Thursday, February 25, 2010

numpy.searchsorted

i don't know why i keep forgetting how to find the first or last index of a value inside a numpy array. quick googling will turn up things like (findIn == toFind).all(1).nonzero()[0][0], which works but gets _really_ slow for large arrays since it's searching the whole thing. searchsorted is all i need, 99% of the time, and i don't know why it's not cited more often. i finally remembered (again) this latest time when i found myself reinventing a binary search (which is what searchsorted does).

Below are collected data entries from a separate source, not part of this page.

/// A whole solution state, for the `state libr` verb.
#[derive(Debug, Clone, Copy, PartialEq, serde::Serialize)]
pub struct LibrState {
    /// Temperature, °C.
    pub t_c: f64,
    /// Equilibrium water-vapour pressure, kPa.
    pub p_kpa: f64,
    /// LiBr mass fraction, kg/kg.
    pub x: f64,
    /// Specific enthalpy, kJ/kg (P&K reference state).
    pub h_kj_kg: f64,
    /// Specific entropy, kJ/(kg·K).
    pub s_kj_kgk: f64,
    /// Density, kg/m³.
    pub rho_kg_m3: f64,
    /// Specific heat, kJ/(kg·K).
    pub cp_kj_kgk: f64,
    /// Crystallisation temperature, °C; `None` below x = 0.5681 (outside the fit).
    pub t_cryst_c: Option<f64>,
}

/// Solution state from temperature and mass fraction.
///
/// * `t_c` – °C, 0.01..=226.85; `x` – LiBr mass fraction, 0..=0.75
///
/// All properties by P&K 2006 (see the module docs); `OutOfRange` outside the ranges.
pub fn state_tx(t_c: f64, x: f64) -> Result<LibrState> {
    Ok(LibrState {
        t_c,
        p_kpa: vapour_pressure_kpa(t_c, x)?,
        x,
        h_kj_kg: enthalpy_kj_kg(t_c, x)?,
        s_kj_kgk: entropy_kj_kgk(t_c, x)?,
        rho_kg_m3: density_kg_m3(t_c, x)?,
        cp_kj_kgk: cp_kj_kgk(t_c, x)?,
        t_cryst_c: crystallisation_temperature_c(x).ok(),
    })
}

/// Saturated solution state from pressure and mass fraction (temperature by
/// [`temperature_c`]).
///
/// * `p_kpa` – kPa; `x` – LiBr mass fraction, 0..=0.75
///
/// `OutOfRange` when the equilibrium temperature leaves 0.01..226.85 °C.
pub fn state_px(p_kpa: f64, x: f64) -> Result<LibrState> {
    state_tx(temperature_c(p_kpa, x)?, x)
}
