/// Weather, sun, air states, building load and heat demand for the year.
pub fn prepare(l: &Loaded) -> Result<Prepared> {
    let s = &l.scenario;
    let file = l.file();
    let site = Site {
        latitude_deg: s.site.latitude_deg,
        longitude_deg: s.site.longitude_deg,
        elevation_m: s.site.elevation_m,
        utc_offset_h: s.site.utc_offset_h,
    };
    let mut weather = load_weather(l, &site)?;
    scale_weather(
        &mut weather,
        s.weather.irradiation_scale,
        s.weather.temperature_shift_k,
    );
    let sun = year_positions(&site, s.site.year).map_err(|e| e.within(&file, "site"))?;
    let p_site = psychro::pressure_at_elevation_kpa(s.site.elevation_m);

    // Air states: humidity ratio and wet-bulb at the hour's pressure.
    let mut air = Vec::with_capacity(weather.hours.len());
    for (i, h) in weather.hours.iter().enumerate() {
        let p = h.p_kpa.unwrap_or(p_site);
        let w = match h.humidity {
            Humidity::RatioKgKg(w) => Ok(w),
            Humidity::RhPct(rh) => psychro::ratio_from_rh(h.t_db_c, rh, p),
            Humidity::DewPointC(td) => psychro::ratio_from_dew_point(td.min(h.t_db_c), p),
        };
        let w = w.and_then(|w| {
            let ws = psychro::saturation_ratio(h.t_db_c, p)?;
            Ok(w.min(ws))
        });
        let w = w.map_err(|e| weather_hour_error(&weather, i, e))?;
        let t_wb =
            psychro::wet_bulb_c(h.t_db_c, w, p).map_err(|e| weather_hour_error(&weather, i, e))?;
        air.push((h.t_db_c, w, t_wb, p));
    }

    let load = load_year(l, &weather, &sun, &air, p_site)?;
    let conditions: Vec<HourConditions> = air
        .iter()
        .zip(&load.hours)
        .enumerate()
        .map(
            |(hour, (&(t_db_c, w_kg_kg, t_wb_c, p_kpa), &load))| HourConditions {
                hour,
                t_db_c,
                w_kg_kg,
                t_wb_c,
                p_kpa,
                load,
            },
        )
        .collect();
    let heat_demand = heat_demand(s, &load, &file)?;
    let ambient = crate::weather::sky::outdoor_year(
        &weather,
        site.latitude_deg,
        s.weather.wind_monthly_m_s.as_deref(),
    )
    .iter()
    .zip(&conditions)
    .map(|(o, c)| Ambient {
        t_air_c: c.t_db_c,
        wind_m_s: o.wind_m_s,
        long_wave_w_m2: o.long_wave_w_m2,
    })
    .collect();
    Ok(Prepared {
        site,
        ambient,
        ghi_w_m2: weather.hours.iter().map(|h| h.ghi_w_m2).collect(),
        dni_w_m2: weather.hours.iter().map(|h| h.dni_w_m2).collect(),
        dhi_w_m2: weather.hours.iter().map(|h| h.dhi_w_m2).collect(),
        weather,
        sun,
        conditions,
        heat_demand,
        load_origin: load.origin,
    })
}

/// Scale irradiance and shift dry-bulb for sensitivity studies (identity at 1 and 0).
fn scale_weather(w: &mut WeatherYear, scale: f64, shift_k: f64) {
    if scale == 1.0 && shift_k == 0.0 {
        return;
    }
    for h in &mut w.hours {
        h.ghi_w_m2 *= scale;
        h.dni_w_m2 *= scale;
        h.dhi_w_m2 *= scale;
        h.t_db_c += shift_k;
    }
    w.origin = format!("{}, irradiance × {scale}, dry-bulb {shift_k:+} K", w.origin);
}

fn weather_hour_error(w: &WeatherYear, i: usize, e: Error) -> Error {
    let (m, d, h, _) = calendar(i);
    Error::Input {
        file: w.origin.clone(),
        key: format!("hour {i} (month {m}, day {d}, hour {h})"),
        value: "humidity".into(),
        allowed: e.to_string(),
    }
}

Wednesday, February 24, 2010

myhdl

cool project converts python directly to vhdl or verilog. looks like it's under active development, with demo projects posted. if i ever need to use an fpga or cpld again, i know where to go.
and one of the examples uses the cypress fx2 usb controller chip, with references to other dsp interface projects (at 30 MB/s) including a 33khz adc fpga/fx2 microcontroller demo.

Monday, February 22, 2010

urlbst

might need to check out the urlbst package some time. it can make hyperlinks in my bibliographies to the referenced articles.

Friday, February 19, 2010

data acquisition, serial interfaces

nice little article summarizing the various serial bus standards for ic networks: rs-232, rs-422, rs-485, spi, i2c, mirowire, 1-wire, and plain old bit banging. a bit dated at 2002, but still handy.
looks like rs485 is what you need for high-speed transmission over significant distances. spi slows down a lot when you take it off the pcb and looks more like a can bus.
maybe the way to go for low volume is a tiny linux server. lantronix makes the xport pro. digi international makes the digiconnect me (or digi connectme?) that can run picotux. marvell semiconductor makes the sheevaplug. all pretty small and lightweight, and you can just plug an ethernet cable into the darn thing and forget about it.
hmm, the xport pro seems to be highly geared toward network services and the external interface is limited to ~8kB/s serial. digi connect me 9210 might be better for data logging. or maybe gumstix? it's hard to find specs for data acquisition on their website.
mccdaq.com have some ~reasonably priced boards, though their stuff looks like it's either pci boards or clunky usb endpoints. multichannel, though.
another route would be a high-speed usb (up to 40MB/s) with the cypress ez-usb fx2lp (like cyzc68013a). check out www.elrasoft.com/hsusbm.htm and the project listed there by dcarr.

Wednesday, February 17, 2010

mark levin show

i definitely prefer downloading the mp3 files rather than listen through the website's streamer. so here's how to for mark levin:
in http://www.marklevinshow.com/rss/ilevin.xml look in the enclosure tags. they have url metas that have the full url to the mp3s. wget away!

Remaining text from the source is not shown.